# hacking up the exhaust tomorrow.... 01 2.8 v6



## ironmule (Apr 11, 2008)

*hacking up the exhaust tomorrow.... 99 2.8 v6 avant*

my cats are apparently shot, so i got two highflow 2.25" universal cats, 2 flex pieces, and a bunch exhaust pipes. So will i'm under there replacing the cats, should i eliminate the resonators, and/or the mid-mufflers... I wouldn't mind a little more rumble, but would just the two rear mufflers be quiet enough?


----------



## EK20 (Sep 28, 2004)

*Re: hacking up the exhaust tomorrow.... 99 2.8 v6 avant (ironmule)*

Should be fine. http://****************.com/smile/emthup.gif


----------



## GilliamII (Dec 1, 2008)

*Re: hacking up the exhaust tomorrow.... 99 2.8 v6 avant (ironmule)*

I'm interested in how this project went for you; what you used, how it sounds, etc.
I have a hole blown through my passenger side flex joint in my '01 and have been rocking some heavy duty exhaust tape and tin cans all winter. http://****************.com/smile/emthdown.gif While it does sound nice from inside (and out to a degree) I've been looking to get it fixed up now that its warmer out. Unfortunately I have yet to find a full system to mount up myself so I may have to bite the bullet and buy some parts to have someone do for me.
If you could let me know your experience I'd appreciate it!


----------



## ironmule (Apr 11, 2008)

*Re: hacking up the exhaust tomorrow.... 99 2.8 v6 avant (GilliamII)*

i would of taken a picture of the final product but i would of been posted in the "doing it wrong" thread. i mean it works, but i double welded everything and it looks like crap.

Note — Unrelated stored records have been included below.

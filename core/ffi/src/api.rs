//! The exported functions. Each checks every pointer (null, alignment) and
//! every boundary value before it touches the core, returns an
//! [`SfStatus`](crate::SfStatus) and, when the caller passes an
//! [`SfError`], fills it. Nothing here can panic (the link-time proof in
//! `core/panic-proof` covers these functions) and an `extern "C"` function
//! aborts rather than unwind in any case.

use core::ffi::c_char;
use core::mem::{align_of, size_of};
use core::ptr::{self, addr_of, addr_of_mut};

use standfast::air::Air;
use standfast::guard::{AirSample, Event, Guard, Inputs, Verdict, WindSample, MAX_EVENTS};
use standfast::mount::{PierSide, Pose};
use standfast::rig::{Conditions, Rig};
use standfast::sense::{Fault, Millis, FAULT_SET_CAPACITY};
use standfast::{Error, Tilt, Vec3};

use crate::codes::*;
use crate::image::{self, ImageError, IMAGE_MAX_BYTES, IMAGE_VERSION};
use crate::types::*;

/// The ABI version: raised on every change of the header that is not a
/// comment (a type's layout, a function's signature, a code's meaning, a
/// new code or function). A caller compares [`sf_abi_version`] with the
/// `SF_ABI_VERSION` of the header it was compiled with and refuses to run on
/// a mismatch.
pub const SF_ABI_VERSION: u32 = 2;
/// The rig image format version this library reads (see `image`).
pub const SF_RIG_IMAGE_VERSION: u32 = 2;
/// Largest rig image accepted, bytes.
pub const SF_RIG_IMAGE_MAX_BYTES: usize = 16384;
/// Bytes of caller storage a guard needs (checked at run time). Holds the
/// validated rig and the guard's state on any supported target.
pub const SF_GUARD_STORAGE_SIZE: usize = 12288;
/// Alignment, in bytes, the guard storage must have.
pub const SF_GUARD_STORAGE_ALIGN: usize = 8;

/// An initialised guard, living in caller storage. Opaque to C; a pointer to
/// it is the storage's address.
pub struct SfGuard {
    _opaque: [u8; 0],
}

/// What lives in the storage: the rig and the guard that borrows it. The
/// guard's `'static` is a promise the caller keeps: the storage stays in
/// place, untouched, until `sf_guard_fini` (see the README, "Ownership").
#[repr(C)]
struct Handle {
    magic: u32,
    rig: Rig,
    guard: Guard<'static>,
}

/// Written last by a successful init, cleared by fini: a best-effort check
/// that a pointer is an initialised guard ("SFG1").
const HANDLE_MAGIC: u32 = 0x5346_4731;

const _: () = {
    assert!(size_of::<Handle>() <= SF_GUARD_STORAGE_SIZE);
    assert!(align_of::<Handle>() <= SF_GUARD_STORAGE_ALIGN);
    assert!(SF_GUARD_STORAGE_ALIGN.is_power_of_two());
    assert!(SF_MAX_FAULTS == FAULT_SET_CAPACITY);
    assert!(SF_MAX_EVENTS == MAX_EVENTS);
    assert!(SF_RIG_IMAGE_MAX_BYTES == IMAGE_MAX_BYTES);
    assert!(SF_RIG_IMAGE_VERSION == IMAGE_VERSION as u32);
};

// ---------------------------------------------------------------- errors

impl SfError {
    /// No error.
    pub const NONE: SfError = SfError {
        code: SF_OK,
        field: [0; SF_FIELD_BYTES],
        has_index: 0,
        index: 0,
        value: f32::NAN,
        min: f32::NAN,
        max: f32::NAN,
    };

    /// An error with a code and a field, no value or range.
    #[must_use]
    pub fn of(code: SfStatus, field: &str) -> SfError {
        let mut e = SfError {
            code,
            ..SfError::NONE
        };
        e.set_field(field);
        e
    }

    /// An error with a code, a field, the value and the accepted range.
    #[must_use]
    pub fn range(code: SfStatus, field: &str, value: f32, min: f32, max: f32) -> SfError {
        SfError {
            value,
            min,
            max,
            ..SfError::of(code, field)
        }
    }

    /// The C form of a core error (same kind, field, index, value and range).
    #[must_use]
    pub fn from_core(e: &Error) -> SfError {
        SfError {
            has_index: u8::from(e.index.is_some()),
            index: e.index.unwrap_or(0),
            ..SfError::range(error_code(e.kind), e.field.path(), e.value, e.min, e.max)
        }
    }

    /// The C form of an image error.
    #[must_use]
    pub fn from_image(e: ImageError) -> SfError {
        let f = "rig_image";
        match e {
            ImageError::Truncated => SfError::of(SF_ERR_IMAGE_TRUNCATED, f),
            ImageError::Magic => SfError::of(SF_ERR_IMAGE_MAGIC, f),
            ImageError::Version(v) => {
                let want = f32::from(IMAGE_VERSION);
                SfError::range(
                    SF_ERR_IMAGE_VERSION,
                    "rig_image.version",
                    f32::from(v),
                    want,
                    want,
                )
            }
            ImageError::Size | ImageError::Full => SfError::of(SF_ERR_IMAGE_SIZE, f),
            ImageError::Checksum => SfError::of(SF_ERR_IMAGE_CHECKSUM, "rig_image.crc32"),
            ImageError::Payload(_) => SfError::of(SF_ERR_IMAGE_PAYLOAD, "rig_image.payload"),
        }
    }

    /// The field as text (up to the first NUL).
    #[must_use]
    pub fn field_str(&self) -> &str {
        let n = self
            .field
            .iter()
            .position(|&b| b == 0)
            .unwrap_or(SF_FIELD_BYTES);
        let bytes = self.field.get(..n).unwrap_or(&[]);
        core::str::from_utf8(bytes).unwrap_or("")
    }

    fn set_field(&mut self, s: &str) {
        // Keep the last byte for the NUL; cut at a character boundary.
        let mut n = s.len().min(SF_FIELD_BYTES - 1);
        while n > 0 && !s.is_char_boundary(n) {
            n -= 1;
        }
        self.field = [0; SF_FIELD_BYTES];
        for (d, b) in self.field.iter_mut().zip(s.as_bytes().iter().take(n)) {
            *d = *b;
        }
    }
}

impl From<Error> for SfError {
    fn from(e: Error) -> Self {
        SfError::from_core(&e)
    }
}

impl From<ImageError> for SfError {
    fn from(e: ImageError) -> Self {
        SfError::from_image(e)
    }
}

/// Writes `e` to `err` when it is a usable pointer; returns its code.
///
/// # Safety
/// `err` is null or points to writable memory for an `SfError`.
unsafe fn report(err: *mut SfError, e: SfError) -> SfStatus {
    if !err.is_null() && err.is_aligned() {
        // SAFETY: non-null and aligned; the caller promises it is writable.
        unsafe { ptr::write(err, e) };
    }
    e.code
}

/// Turns a result into a status, filling `err`.
///
/// # Safety
/// As [`report`].
unsafe fn finish(err: *mut SfError, r: Result<(), SfError>) -> SfStatus {
    let e = match r {
        Ok(()) => SfError::NONE,
        Err(e) => e,
    };
    // SAFETY: passed on from the caller.
    unsafe { report(err, e) }
}

/// Null and alignment check of a pointer argument named `name`.
fn check<T>(p: *const T, name: &str) -> Result<(), SfError> {
    if p.is_null() {
        Err(SfError::of(SF_ERR_NULL_POINTER, name))
    } else if !p.is_aligned() {
        Err(SfError::of(SF_ERR_MISALIGNED, name))
    } else {
        Ok(())
    }
}

/// The image bytes, checked.
///
/// # Safety
/// `image` is null or valid for reads of `len` bytes for `'a`.
unsafe fn image_bytes<'a>(image: *const u8, len: usize) -> Result<&'a [u8], SfError> {
    check(image, "image")?;
    if len > SF_RIG_IMAGE_MAX_BYTES {
        return Err(SfError::from_image(ImageError::Size));
    }
    // SAFETY: non-null (u8 needs no alignment); the caller promises `len`
    // readable bytes, and `len` is bounded far below isize::MAX.
    Ok(unsafe { core::slice::from_raw_parts(image, len) })
}

/// A flag byte: 0 or 1.
fn flag(v: u8, field: &str) -> Result<bool, SfError> {
    match v {
        0 => Ok(false),
        1 => Ok(true),
        _ => Err(SfError::range(
            SF_ERR_OUT_OF_RANGE,
            field,
            f32::from(v),
            0.0,
            1.0,
        )),
    }
}

#[allow(clippy::cast_precision_loss)] // codes are small; the value is for the message
fn code_error(field: &str, v: u32, max: u32) -> SfError {
    SfError::range(SF_ERR_OUT_OF_RANGE, field, v as f32, 0.0, max as f32)
}
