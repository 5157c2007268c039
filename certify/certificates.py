"""Writing certificates: canonical JSON text and atomic files."""
from __future__ import annotations

import contextlib
import json
import os
import sys
import tempfile


def to_json(cert: dict) -> str:
    """The certificate as indented JSON text with a final newline (all numbers are already strings)."""
    return json.dumps(cert, indent=1, ensure_ascii=False) + "\n"


def write_atomically(path: str, text: str, durable: bool = True) -> None:
    """Write ``text`` to ``path`` through a temporary file in the same folder and a rename, so that an
    interrupt or a full disk never leaves a half-written file under ``path``. ``durable`` also waits
    for the disk (fsync) before the rename, against power cuts; a writer of many files may instead
    sync once at the end."""
    folder = os.path.dirname(os.path.abspath(path))
    handle, temporary = tempfile.mkstemp(dir=folder, prefix=".certify-", suffix=".tmp")
    try:
        with os.fdopen(handle, "w", encoding="utf-8") as out:
            out.write(text)
            out.flush()
            if durable:
                os.fsync(out.fileno())
        os.replace(temporary, path)
    except BaseException:  # an interrupt may also come just after the rename, when nothing is left to remove
        with contextlib.suppress(FileNotFoundError):
            os.unlink(temporary)
        raise


def emit(text: str, output) -> None:
    """Write ``text`` to the file ``output`` atomically, or to stdout when ``output`` is None."""
    if output is None:
        sys.stdout.write(text)
    else:
        write_atomically(output, text)


def stamp(cert: dict) -> dict:
    """The certificate with a ``metadata`` block (UTC time of writing, certify, Python and PARI versions).
    The digest leaves ``metadata`` out and the verifier never reads it, so stamping changes neither."""
    import datetime
    import platform

    from certify import __version__
    from certify.pari import pari

    metadata = {"written": datetime.datetime.now(datetime.timezone.utc).strftime("%Y-%m-%dT%H:%M:%SZ"),
                "certify": __version__, "python": platform.python_version(),
                "pari": ".".join(str(part) for part in pari.version())}
    return {**cert, "metadata": metadata}


def certifiers() -> dict:
    """{kind: certify function} for each kind of certificate this installation can write ('torsion', and
    'isogeny-class' once ``certify.isogeny`` is installed)."""
    from certify.torsion import certify_torsion

    kinds = {"torsion": certify_torsion}
    try:
        from certify.isogeny.certificate import certify_isogeny_class
    except ImportError:
        return kinds
    return {**kinds, "isogeny-class": certify_isogeny_class}


class NotAccepted(Exception):
    """A certificate given to a command that builds on certificates is not accepted by the verifier."""


def accepted_certificates(sources) -> list:
    """[(name, certificate, verdict)] for every certificate in the sources (files, bundles, directories,
    stores), in order; raises NotAccepted, naming the first certificate the verifier does not accept."""
    from certify.verifier.cli import all_tasks, check, entries

    out = []
    for task in all_tasks(sources):
        for name, document, recorded in entries(task):
            verdict = check(name, document, recorded)
            if not verdict["accepted"]:
                raise NotAccepted(f"{name}: rejected — {verdict['reason']}")
            out.append((name, document, verdict))
    return out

I started with cutting just ahead of the broken flex joints and removed everything just passed the resonators. the problem was the factory exhaust isn't round where i made those cuts so scabbing in new pieces is a pain: hammer, weld, etc... all while lying on my back. i ended up welding the resonators back in because i thought it was loud(except it was because i didn't tighten up the o2 sensors on my first attempt). so basically i just did 2.25 flex joints, hi-flow cats, and about (2) 30" stick of tubing. It got me a new inspection sticker, right before the check engine light came back on







.


----------